The findings suggest that the gut may be helpful in diagnosing COPD and may also be a potential source of new therapies to help treat chronic respiratory disorder.

The research was conducted by a team at the University of Technology Sydney and elsewhere.

COPD, a life-threatening inflammatory disorder of the lungs, is the third most common cause of death globally. More than 3 million lives are lost every year to COPD.

It’s already known that the lung microbiome is a contributing factor in COPD.

In the study, the researchers compared the microbiome and metabolite profiles of stool samples from COPD patients with healthy people.

They found COPD patients had increased levels of the bacteria Streptococcus and Lachnospiraceae in their stool samples.

Also identified in people with COPD was a unique metabolite signature–formed by the chemical by-products of the metabolic process.

The research indicates that the gut of COPD patients is notably different from healthy individuals.

This suggests that stool sampling and analysis could be used to non-invasively diagnose and monitor for COPD.

The researchers believe that the altered gut microbiome found in COPD patients could also support the gut as a potential target for new treatments.

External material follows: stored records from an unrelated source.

import type { Browser, Locator, Page } from "playwright-core";
import { afterAll, beforeAll, describe, expect, it } from "vitest";
import { formatDateTime } from "@/lib/engine/dates";
import { DEMO, signedIn } from "../support/accounts";
import { launchBrowser, signInPage, snap } from "../support/browser";
import { sql } from "../support/db";
import { testEnv } from "../support/env";
import { nextTestIp } from "../support/ip";
import type { TestClient } from "../support/http";

// Europe/London is GMT (UTC+0) in winter and BST (UTC+1) in summer; Asia/Tokyo is UTC+9 all year (IANA tz
// database, from memory). The browser is put in Tokyo: if any component used the browser's zone, its text
// would differ from the server's (a hydration mismatch React reports) and from the shop's London time.
const SHOP_ZONE = "Europe/London";

let browser: Browser;
let api: TestClient;
let original: { values: { identity: Record<string, unknown> } & Record<string, unknown> };

async function tokyoPage(): Promise<{ page: Page; problems: string[] }> {
  const ctx = await browser.newContext({
    baseURL: testEnv.appUrl,
    viewport: { width: 1280, height: 900 },
    timezoneId: "Asia/Tokyo",
    extraHTTPHeaders: { "x-forwarded-for": nextTestIp() },
  });
  const page = await ctx.newPage();
  const problems: string[] = [];
  // React reports a server/browser text mismatch as a recoverable error (minified #418 / #425 in production).
  page.on("console", (m) => {
    if (m.type() === "error" && /hydrat|#418|#423|#425/i.test(m.text())) problems.push(m.text());
  });
  page.on("pageerror", (e) => problems.push(e.message));
  return { page, problems };
}

async function fill(field: Locator, value: string) {
  await expect
    .poll(async () => {
      await field.fill(value);
      return field.inputValue();
    })
    .toBe(value);
}

beforeAll(async () => {
  browser = await launchBrowser();
  api = await signedIn(DEMO.owner);
  original = (await (await api.get("/api/office/settings")).json()) as typeof original;
});
afterAll(async () => {
  const now = (await (await api.get("/api/office/settings")).json()) as { version: number };
  await api.request("/api/office/settings", { method: "PUT", json: { ...original.values, version: now.version } });
  await browser?.close();
});

describe("the shop's time zone", () => {
  it("is set in the office, refused when unknown, and every area then shows the shop's time, not the browser's", async () => {
    const { page, problems } = await tokyoPage();
    await signInPage(page, DEMO.owner.email, DEMO.owner.password);
    await page.goto("/office/settings");
    await expect.poll(() => page.getByLabel("Labour rate").inputValue()).toBe("90.00");
    const zone = page.getByLabel("Time zone");
    expect(await zone.inputValue()).toBe(original.values.identity.timeZone);

    await fill(zone, "Mars/Olympus_Mons");
    await page.getByRole("button", { name: "Save settings" }).click();
    await expect.poll(() => page.getByText(/^Time zone: not a known time zone/).count()).toBeGreaterThan(0);
    await zone.scrollIntoViewIfNeeded();
    await snap(page, "time-zone-01-refused");

    await fill(zone, "europe/london");
    await page.getByRole("button", { name: "Save settings" }).click();
    await expect.poll(() => page.getByText(/^Saved at/).count()).toBe(1);
    const [row] = await sql<{ time_zone: string; updated_at: Date }>("select time_zone, updated_at from shop_settings where id = 'shop'");
    expect(row!.time_zone).toBe(SHOP_ZONE);
    // The confirmation gives the save's time in London, though the browser is in Tokyo.
    const savedAt = formatDateTime(row!.updated_at, { timeZone: SHOP_ZONE, style: "compact" });
    expect(await page.getByText(/^Saved at/).textContent()).toContain(savedAt);
    await snap(page, "time-zone-02-saved");

    // Staff: the audit log and the bench queue, times in London.
    await page.goto("/office/audit?action=settings.update");
    await expect.poll(() => page.getByText(savedAt).count()).toBeGreaterThan(0);
    await snap(page, "time-zone-03-audit");

    const tech = await tokyoPage();
    await signInPage(tech.page, DEMO.tech.email, DEMO.tech.password);
    await tech.page.goto("/bench");
    await expect.poll(() => tech.page.getByRole("columnheader", { name: /Last change/ }).count()).toBe(1);
    const changes = (await sql<{ updated_at: Date }>("select updated_at from job")).map((j) =>
      formatDateTime(j.updated_at, { timeZone: SHOP_ZONE, style: "compact" }),
    );
    await expect
      .poll(async () => {
        const html = await tech.page.content();
        return changes.some((c) => html.includes(c)) && !/\d UTC</.test(html);
      })
      .toBe(true);
    await snap(tech.page, "time-zone-04-bench-queue");

    // A set owner: the job page's history gives times with the zone named (GMT or BST in London).
    const owner = await tokyoPage();
    await signInPage(owner.page, DEMO.customer.email, DEMO.customer.password);
    const [job] = await sql<{ id: string; at: Date }>(
      `select j.id, max(h.at) as at from job j join job_state_history h on h.job_id = j.id
       join "user" u on u.id = j.customer_id where u.email = $1 group by j.id order by max(h.at) desc limit 1`,
      [DEMO.customer.email],
    );
    await owner.page.goto(`/portal/jobs/${job!.id}`);
    const stamp = formatDateTime(job!.at, { timeZone: SHOP_ZONE, showZone: true });
    expect(stamp).toMatch(/ (GMT|BST)$/);
    await expect.poll(() => owner.page.getByText(stamp).count()).toBeGreaterThan(0);
    await snap(owner.page, "time-zone-05-portal-job");

    expect([...problems, ...tech.problems, ...owner.problems]).toEqual([]);
  });
});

They say the ‘gut-lung axis’ describes the common immune system of the lung and gastrointestinal tract. This means that activity in the gut can impact activity in the lung.

The current COPD findings suggest that gut microbiome should now also be considered when looking for new therapeutic targets to help treat lung disease.

One author of the study is Professor Phil Hansbro, Director of the Centenary UTS Centre for Inflammation.

The study is published in Nature Communications.